━━━ GIVEN DATA

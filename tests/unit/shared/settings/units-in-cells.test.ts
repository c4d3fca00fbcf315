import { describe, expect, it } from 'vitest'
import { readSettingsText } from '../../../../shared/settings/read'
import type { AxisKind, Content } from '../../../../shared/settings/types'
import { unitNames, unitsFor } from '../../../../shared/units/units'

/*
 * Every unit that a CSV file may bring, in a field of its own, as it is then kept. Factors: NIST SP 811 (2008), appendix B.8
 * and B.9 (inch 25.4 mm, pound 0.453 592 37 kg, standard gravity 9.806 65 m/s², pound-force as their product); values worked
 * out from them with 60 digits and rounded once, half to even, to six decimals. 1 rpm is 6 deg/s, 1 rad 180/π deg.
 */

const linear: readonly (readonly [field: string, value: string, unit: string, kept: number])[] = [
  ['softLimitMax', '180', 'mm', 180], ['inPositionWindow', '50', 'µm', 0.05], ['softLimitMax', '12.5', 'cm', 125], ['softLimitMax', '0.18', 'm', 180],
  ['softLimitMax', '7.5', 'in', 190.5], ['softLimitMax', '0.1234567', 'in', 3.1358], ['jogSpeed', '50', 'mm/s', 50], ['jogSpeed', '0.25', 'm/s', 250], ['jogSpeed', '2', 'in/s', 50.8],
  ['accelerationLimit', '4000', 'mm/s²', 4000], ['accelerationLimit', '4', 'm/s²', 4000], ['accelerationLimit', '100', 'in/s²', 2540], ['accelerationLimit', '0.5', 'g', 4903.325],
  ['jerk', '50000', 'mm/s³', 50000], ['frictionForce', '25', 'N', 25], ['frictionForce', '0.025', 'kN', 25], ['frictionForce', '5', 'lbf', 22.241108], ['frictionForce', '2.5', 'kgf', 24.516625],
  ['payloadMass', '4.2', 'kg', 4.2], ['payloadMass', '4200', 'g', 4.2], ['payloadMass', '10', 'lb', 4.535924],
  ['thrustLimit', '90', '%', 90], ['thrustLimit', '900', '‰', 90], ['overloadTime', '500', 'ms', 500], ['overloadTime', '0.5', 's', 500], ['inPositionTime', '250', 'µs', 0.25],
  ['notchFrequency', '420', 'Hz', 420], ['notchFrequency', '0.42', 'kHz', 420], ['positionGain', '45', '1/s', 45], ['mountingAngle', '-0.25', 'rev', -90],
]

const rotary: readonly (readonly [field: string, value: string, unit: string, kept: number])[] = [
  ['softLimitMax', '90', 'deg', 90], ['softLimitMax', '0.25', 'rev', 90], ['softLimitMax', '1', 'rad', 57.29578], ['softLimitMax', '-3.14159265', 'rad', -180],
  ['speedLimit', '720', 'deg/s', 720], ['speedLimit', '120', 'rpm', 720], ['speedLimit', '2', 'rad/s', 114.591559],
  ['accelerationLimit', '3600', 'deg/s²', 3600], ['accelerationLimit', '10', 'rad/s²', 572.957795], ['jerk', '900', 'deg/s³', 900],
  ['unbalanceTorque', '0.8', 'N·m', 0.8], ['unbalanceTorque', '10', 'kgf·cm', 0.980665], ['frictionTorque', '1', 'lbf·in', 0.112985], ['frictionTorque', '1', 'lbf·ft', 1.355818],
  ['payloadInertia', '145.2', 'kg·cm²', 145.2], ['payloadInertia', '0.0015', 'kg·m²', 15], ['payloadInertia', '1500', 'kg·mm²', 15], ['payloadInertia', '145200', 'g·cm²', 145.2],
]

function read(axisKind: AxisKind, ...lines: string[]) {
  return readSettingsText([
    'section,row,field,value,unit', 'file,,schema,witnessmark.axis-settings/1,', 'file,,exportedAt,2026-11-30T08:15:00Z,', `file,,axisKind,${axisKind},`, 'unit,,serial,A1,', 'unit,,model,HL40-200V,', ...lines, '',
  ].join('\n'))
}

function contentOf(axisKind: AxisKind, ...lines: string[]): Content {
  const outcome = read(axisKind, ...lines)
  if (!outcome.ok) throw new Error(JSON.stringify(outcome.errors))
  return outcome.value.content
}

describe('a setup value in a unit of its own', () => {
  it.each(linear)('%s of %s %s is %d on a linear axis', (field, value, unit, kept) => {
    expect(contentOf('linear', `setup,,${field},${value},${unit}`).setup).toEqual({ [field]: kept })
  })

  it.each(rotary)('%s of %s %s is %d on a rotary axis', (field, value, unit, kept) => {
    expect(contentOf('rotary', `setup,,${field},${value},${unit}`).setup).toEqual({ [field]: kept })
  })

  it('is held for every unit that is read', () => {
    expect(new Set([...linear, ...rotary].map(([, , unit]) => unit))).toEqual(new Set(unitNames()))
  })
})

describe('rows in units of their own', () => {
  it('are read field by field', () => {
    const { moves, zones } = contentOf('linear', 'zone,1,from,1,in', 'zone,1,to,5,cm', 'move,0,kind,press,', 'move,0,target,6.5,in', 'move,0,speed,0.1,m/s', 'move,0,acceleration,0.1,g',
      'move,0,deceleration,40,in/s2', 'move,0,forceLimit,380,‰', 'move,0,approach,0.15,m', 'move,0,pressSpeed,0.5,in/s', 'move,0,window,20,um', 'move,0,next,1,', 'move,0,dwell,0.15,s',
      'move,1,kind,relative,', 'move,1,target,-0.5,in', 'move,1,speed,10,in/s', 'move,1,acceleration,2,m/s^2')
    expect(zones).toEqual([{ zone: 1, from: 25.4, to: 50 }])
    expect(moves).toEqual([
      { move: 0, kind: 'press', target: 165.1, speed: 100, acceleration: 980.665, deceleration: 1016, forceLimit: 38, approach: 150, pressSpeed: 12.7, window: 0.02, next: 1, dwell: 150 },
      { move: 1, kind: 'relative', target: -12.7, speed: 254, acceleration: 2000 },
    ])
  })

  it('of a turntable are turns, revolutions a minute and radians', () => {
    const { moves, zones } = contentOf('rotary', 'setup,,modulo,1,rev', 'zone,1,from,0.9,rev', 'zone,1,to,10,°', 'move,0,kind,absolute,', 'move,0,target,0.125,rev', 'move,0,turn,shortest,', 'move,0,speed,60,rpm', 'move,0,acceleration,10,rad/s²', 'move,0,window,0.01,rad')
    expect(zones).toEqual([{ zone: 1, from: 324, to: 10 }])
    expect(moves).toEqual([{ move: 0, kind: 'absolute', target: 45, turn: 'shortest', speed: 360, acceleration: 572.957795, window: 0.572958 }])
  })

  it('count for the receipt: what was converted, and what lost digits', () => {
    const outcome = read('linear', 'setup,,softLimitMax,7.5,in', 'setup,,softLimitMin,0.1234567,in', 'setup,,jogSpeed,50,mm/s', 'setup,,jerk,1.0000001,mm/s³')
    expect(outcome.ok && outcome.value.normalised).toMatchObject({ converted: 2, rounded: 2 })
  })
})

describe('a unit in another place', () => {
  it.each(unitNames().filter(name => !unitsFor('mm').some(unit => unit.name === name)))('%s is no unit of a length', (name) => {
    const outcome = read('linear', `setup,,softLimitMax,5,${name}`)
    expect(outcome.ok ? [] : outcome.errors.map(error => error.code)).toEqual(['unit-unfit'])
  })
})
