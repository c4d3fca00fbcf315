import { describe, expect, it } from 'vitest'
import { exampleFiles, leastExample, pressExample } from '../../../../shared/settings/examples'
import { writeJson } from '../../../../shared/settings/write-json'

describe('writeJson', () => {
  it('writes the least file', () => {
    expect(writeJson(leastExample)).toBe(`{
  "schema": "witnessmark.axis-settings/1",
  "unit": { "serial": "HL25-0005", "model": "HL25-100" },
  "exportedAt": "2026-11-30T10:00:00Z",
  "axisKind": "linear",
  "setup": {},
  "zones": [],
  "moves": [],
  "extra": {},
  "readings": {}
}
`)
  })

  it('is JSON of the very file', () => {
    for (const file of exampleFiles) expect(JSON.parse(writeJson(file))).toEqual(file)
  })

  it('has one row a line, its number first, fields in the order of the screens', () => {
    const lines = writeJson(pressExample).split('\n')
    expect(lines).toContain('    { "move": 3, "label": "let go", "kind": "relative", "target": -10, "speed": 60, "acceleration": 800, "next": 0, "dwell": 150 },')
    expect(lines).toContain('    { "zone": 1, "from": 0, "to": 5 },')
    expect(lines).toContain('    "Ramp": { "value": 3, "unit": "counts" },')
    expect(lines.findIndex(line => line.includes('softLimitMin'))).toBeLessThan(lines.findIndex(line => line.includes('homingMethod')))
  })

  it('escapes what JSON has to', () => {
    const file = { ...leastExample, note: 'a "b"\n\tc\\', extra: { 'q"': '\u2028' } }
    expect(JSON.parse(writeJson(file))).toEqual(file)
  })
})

━━━━━━

- [TASK PROMPT]: Among the lines above, find the one with "describe('rows in units" and the one with "it('count for the". Quote both and everything between them, exactly.

- [RESPONSE]:
describe('rows in units of their own', () => {
  it('are read field by field', () => {
    const { moves, zones } = contentOf('linear', 'zone,1,from,1,in', 'zone,1,to,5,cm', 'move,0,kind,press,', 'move,0,target,6.5,in', 'move,0,speed,0.1,m/s', 'move,0,acceleration,0.1,g',
      'move,0,deceleration,40,in/s2', 'move,0,forceLimit,380,‰', 'move,0,approach,0.15,m', 'move,0,pressSpeed,0.5,in/s', 'move,0,window,20,um', 'move,0,next,1,', 'move,0,dwell,0.15,s',
      'move,1,kind,relative,', 'move,1,target,-0.5,in', 'move,1,speed,10,in/s', 'move,1,acceleration,2,m/s^2')
    expect(zones).toEqual([{ zone: 1, from: 25.4, to: 50 }])
    expect(moves).toEqual([
      { move: 0, kind: 'press', target: 165.1, speed: 100, acceleration: 980.665, deceleration: 1016, forceLimit: 38, approach: 150, pressSpeed: 12.7, window: 0.02, next: 1, dwell: 150 },
      { move: 1, kind: 'relative', target: -12.7, speed: 254, acceleration: 2000 },
    ])
  })

  it('of a turntable are turns, revolutions a minute and radians', () => {
    const { moves, zones } = contentOf('rotary', 'setup,,modulo,1,rev', 'zone,1,from,0.9,rev', 'zone,1,to,10,°', 'move,0,kind,absolute,', 'move,0,target,0.125,rev', 'move,0,turn,shortest,', 'move,0,speed,60,rpm', 'move,0,acceleration,10,rad/s²', 'move,0,window,0.01,rad')
    expect(zones).toEqual([{ zone: 1, from: 324, to: 10 }])
    expect(moves).toEqual([{ move: 0, kind: 'absolute', target: 45, turn: 'shortest', speed: 360, acceleration: 572.957795, window: 0.572958 }])
  })

  it('count for the receipt: what was converted, and what lost digits', () => {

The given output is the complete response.